Packagecloud logo

How does a maven repository work?

TL;DR

Similar to our APT Repository Internals and YUM Repository Internals posts, this post aims to illustrate the inner workings of a Maven repository. Read on if you have ever been curious as to how mvn compile figures out which dependencies to download and how to retrieve them in order to build your project.

 

Overview

In this post we’ll examine how dependencies are defined and resolved within your maven project, then we’ll dive into how maven repositories make these dependencies available for consumption.

 

What is a maven dependency?

A maven dependency is an artifact that your project (or Maven itself, in the case of Maven plugins) needs to have during the maven build lifecycle.

These are declared in the <dependencies/> section of your project’s pom.xml file like this:

<dependencies>
  <dependency>
    <groupId>io.packagecloud</groupId>
    <artifactId>client</artifactId>
    <version>3.0.0</version>
  </dependency>
</dependencies>

Maven Coordinates

Most dependency declarations consist of groupId, artifactId, and version fields. A group of these key/value pairs is referred to as the Maven Coordinates for a particular dependency and much like geographical coordinates, they allow you precisely specify a particular dependency in an absolute way.

 

How does maven locate and resolve dependencies?
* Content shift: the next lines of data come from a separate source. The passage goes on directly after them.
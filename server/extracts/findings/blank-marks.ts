import type { Finding } from "#shared/api/extracts.ts";
import { parseNumber } from "../../formats/numbers.ts";
import { ask, examplesAt, said } from "./finding.ts";
import { groupBy, type Look, textAt, type UsedColumn } from "./look.ts";

/** Numbers that files put where there is none. */
const SUSPECTS = new Set([
  -999, -9999, -99, -99.9, -99.99, -999.9, -999.99, -999999, -1e20, -1e30, 99, 99.9, 99.99, 99.999, 999,
  999.9, 999.99, 9999, 9999.99, 99999, 999999, 9999999, 100000, -2147483648, 2147483647, -32768, 32767, 1e20,
  1e30, 1e37,
]);

/** Of a quantity where an exact zero is next to impossible, and a usual mark. */
const NEVER_ZERO = new Set([
  "parallax",
  "pmra",
  "pmdec",
  "teff",
  "distance",
  "logg",
  "ruwe",
  ...["g", "bp", "rp", "v", "j", "h", "ks", "card"].map((band) => `${band}_mag`),
]);

const LEAST_SUSPECTED = 3;
const LEAST_UNSUSPECTED = 5;
const LEAST_SHARE_OF_ZEROS = 0.01;

interface Cell {
  readonly row: number;
  readonly text: string;
  readonly value: number;
}

const cellsOf = (look: Look, used: UsedColumn): Cell[] =>
  used.given.flatMap((row) => {
    const text = textAt(used, row);
    const value = parseNumber(text, look.sample.decimalMark);
    return Number.isNaN(value) ? [] : [{ row, text, value }];
  });

interface Rest {
  readonly least: number;
  readonly most: number;
  readonly count: number;
}

const restOf = (cells: readonly Cell[], isLeftOut: (value: number) => boolean): Rest => {
  let [least, most, count] = [Infinity, -Infinity, 0];
  for (const { value } of cells) {
    if (isLeftOut(value)) continue;
    least = Math.min(least, value);
    most = Math.max(most, value);
    count++;
  }
  return { least, most, count };
};

/** Farther from all others than they are from each other. */
const isApart = (value: number, { least, most }: Rest): boolean => {
  const span = Math.max(most - least, Math.abs(most) * 0.1);
  return value > most + span || value < least - span;
};

const isSuspicious = (key: string, value: number, count: number, rest: Rest, of: number): boolean => {
  if (rest.count === 0) return false;
  const isOutside = value > rest.most || value < rest.least;
  if (SUSPECTS.has(value)) return isApart(value, rest) || (isOutside && count >= LEAST_SUSPECTED);
  if (value === 0 && NEVER_ZERO.has(key) && count >= LEAST_UNSUSPECTED)
    return count >= of * LEAST_SHARE_OF_ZEROS;
  return count >= LEAST_UNSUSPECTED && isOutside && isApart(value, rest);
};

const isAnswered = ({ card }: UsedColumn, value: number, decimalMark: "." | ","): boolean =>
  [...card.blankMarks, ...(card.keptNumbers ?? [])].some((mark) => parseNumber(mark, decimalMark) === value);

const askAbout = (look: Look, { card, shown }: UsedColumn, same: readonly Cell[], rest: Rest): Finding => {
  const text = same[0]?.text ?? "";
  const around =
    rest.least === rest.most
      ? `everything else is ${said(rest.least)}`
      : `everything else lies from ${said(rest.least)} to ${said(rest.most)}`;
  return ask(
    "blank-mark",
    `${text} stands ${same.length === 1 ? "once" : `${same.length} times`} in “${card.header}” of the rows looked at, and ${around}. Is it a mark for “no value”?`,
    "Say whether it is a mark or a number.",
    {
      column: card.header,
      count: same.length,
      examples: examplesAt(
        shown,
        look.lines,
        same.map((cell) => cell.row),
      ),
      answers: [
        { value: `blank:${text}`, label: "A mark for no value" },
        { value: `number:${text}`, label: "A number" },
      ],
    },
  );
};

const inColumn = (look: Look, used: UsedColumn): Finding[] => {
  const cells = cellsOf(look, used);
  const groups = groupBy(cells, (cell) => cell.value);
  const counts = [...groups].filter(
    ([value, same]) => SUSPECTS.has(value) || same.length >= LEAST_UNSUSPECTED,
  );
  return counts.flatMap(([value, same]) => {
    if (isAnswered(used, value, look.sample.decimalMark)) return [];
    const rest = restOf(cells, (other) => other === value || SUSPECTS.has(other));
    const isMark = isSuspicious(used.card.means, value, same.length, rest, cells.length);
    return isMark ? [askAbout(look, used, same, rest)] : [];
  });
};

/** Numbers that stand out by how often they come and how far from the others they lie. */
export const markFindings = (look: Look): Finding[] =>
  look.used
    .filter((u) => u.meaning.kind === "number" && !["ra", "dec", "epoch"].includes(u.card.means))
    .flatMap((u) => inColumn(look, u));
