import type { Finding } from "#shared/api/extracts.ts";
import { KEPT } from "#shared/catalogue/header-spellings.ts";
import { readUnit } from "#shared/units/read-unit.ts";
import { conversionTo } from "#shared/units/units.ts";
import { unitOf } from "../cells.ts";
import { doubtfulUnit, unitInName } from "../doubtful-units.ts";
import { readHeader } from "../read-header.ts";
import { accept, ask, isAccepted, note, quoted } from "./finding.ts";
import { columnOf, type Look, type UsedColumn } from "./look.ts";

const unknown = ({ plan }: Look, { card, meaning }: UsedColumn): Finding[] => {
  const unit = unitOf(card, plan);
  // An empty unit of RA is the question of hours or degrees, which is asked by itself.
  const isKnown = conversionTo(meaning.unit, unit) !== undefined || (card.means === "ra" && unit === "");
  if (isKnown) return [];
  return [
    ask(
      "unit-unknown",
      unit === ""
        ? `“${card.header}” has no unit.`
        : `The unit “${unit}” of “${card.header}” is not one that ${meaning.label} is known to come in.`,
      `Choose its unit; the catalogue keeps ${meaning.label} in ${meaning.unit || "pure numbers"}.`,
      { column: card.header },
    ),
  ];
};

/** Fewer values than this tell nothing about a unit. */
const LEAST_VALUES = 20;
const PARTNERS: Readonly<Record<string, string>> = { pmra: "pmdec", pmdec: "pmra" };

const isUnitSaid = ({ shown, card }: UsedColumn): boolean =>
  shown.column.unit.trim() !== "" || readHeader(card.header).unit !== "" || unitInName(card.header) !== "";

const rawNumbers = ({ shown, given, values }: UsedColumn): number[] =>
  given
    .filter((row) => !Number.isNaN(values[row] ?? Number.NaN))
    .map((row) => shown.values[row] ?? Number.NaN);

/** A unit that nobody wrote down, where the values fit another as well. */
const unwritten = (look: Look, u: UsedColumn): Finding[] => {
  const { card, meaning } = u;
  if (isUnitSaid(u) || card.unit !== meaning.unit || isAccepted(look.plan, "unit-doubt", card.header))
    return [];
  const partner = columnOf(look, PARTNERS[card.means] ?? "");
  const numbers = [u, ...(partner && !isUnitSaid(partner) ? [partner] : [])].flatMap(rawNumbers);
  const doubt = numbers.length < LEAST_VALUES ? null : doubtfulUnit(card.means, numbers);
  if (!doubt) return [];
  return [
    ask(
      "unit-doubt",
      `“${card.header}” has no unit, and its values fit more than one. ${doubt.why}.`,
      `Say whether it is ${doubt.units.map((unit) => unit || "a fraction").join(" or ")}.`,
      {
        column: card.header,
        count: numbers.length,
        answers: doubt.units.map((unit) =>
          unit === card.unit ? accept(unit || "A fraction") : { value: `unit:${unit}`, label: unit },
        ),
      },
    ),
  ];
};

/** Units on columns that nobody uses, kept as they are. */
const unused = ({ plan, sample }: Look): Finding[] => {
  const used = new Set(plan.columns.filter((c) => c.means !== KEPT).map((c) => c.index));
  const strange = sample.columns.filter(
    ({ column }, index) =>
      !used.has(index) && column.unit.trim() !== "" && readUnit(column.unit) === undefined,
  );
  if (strange.length === 0) return [];
  const names = strange.slice(0, 5).map(({ column }) => column.unit);
  return [
    note(
      "unit-unknown-unused",
      `${strange.length} unused ${strange.length === 1 ? "column has a unit" : "columns have units"} not known here: ${quoted([...new Set(names)])}.`,
      "Nothing needs to be done; the original keeps them.",
      { count: strange.length },
    ),
  ];
};

/** Units that are not known, not written down, or not needed. */
export const unitFindings = (look: Look): Finding[] => [
  ...look.used
    .filter((u) => u.meaning.kind === "number")
    .flatMap((u) => [...unknown(look, u), ...unwritten(look, u)]),
  ...unused(look),
];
Unlike other repository formats (APT, YUM Rubygems, there is no main index file that enumerates all possible artifacts available for that repository. Maven uses the coordinates values for a given dependency to construct a URL according to the maven repository layout.

Maven Repository Layout mapping

For primary artifacts (explained below) the URL template looks like:

/$groupId[0]/../${groupId[n]/$artifactId/$version/$artifactId-$version.$extension

 

Rules for $groupId

According to the specification, the rule is:

$groupId is a array of strings made by splitting the groupId’s on “.” into directories.

So for the groupId value of org.example.subdepartment, our $groupId array would be [org, example, subdepartment], which when translated into directories, becomes org/example/subdepartment.

 

Primary Artifacts

One of the core features of Maven is its ability to handle Transitive Dependencies. That is, to find and download the dependencies of your dependencies, and their dependencies also, recursively, until they are all satisfied.

Just how your own Maven project has a pom.xml file listing its main dependencies, those dependencies also have a remote pom file serving a similar purpose. Maven uses this file to figure out what other dependencies to download. When a coordinate does not contain a classifier, it is considered a primary artifact and is expected to have a pom available.

Let’s resolve the pom and jar for the given coordinates at the beginning of this post:

<dependency>
  <groupId>io.packagecloud</groupId>
  <artifactId>client</artifactId>
  <version>3.0.0</version>
</dependency>
pom

We turn the groupId of io.packagecloud into /io/packagecloud, then construct the rest of the URL with $artifactId and $versionId, like so:

/io/packagecloud/client/3.0.0/client-3.0.0.pom

 

jar

Similarly, for the extension of jar:

/io/packagecloud/client/3.0.0/client-3.0.0.jar

 

Secondary Artifacts

Secondary artifacts, or “attached artifacts”, are dependencies that you want maven to download that are ancillary to your project. Most often they are used to download the javadocs and/or sources for a particular dependency. However, unlike a primary artifact, a secondary artifact is not expected to have a remote pom and has thus never has any dependencies.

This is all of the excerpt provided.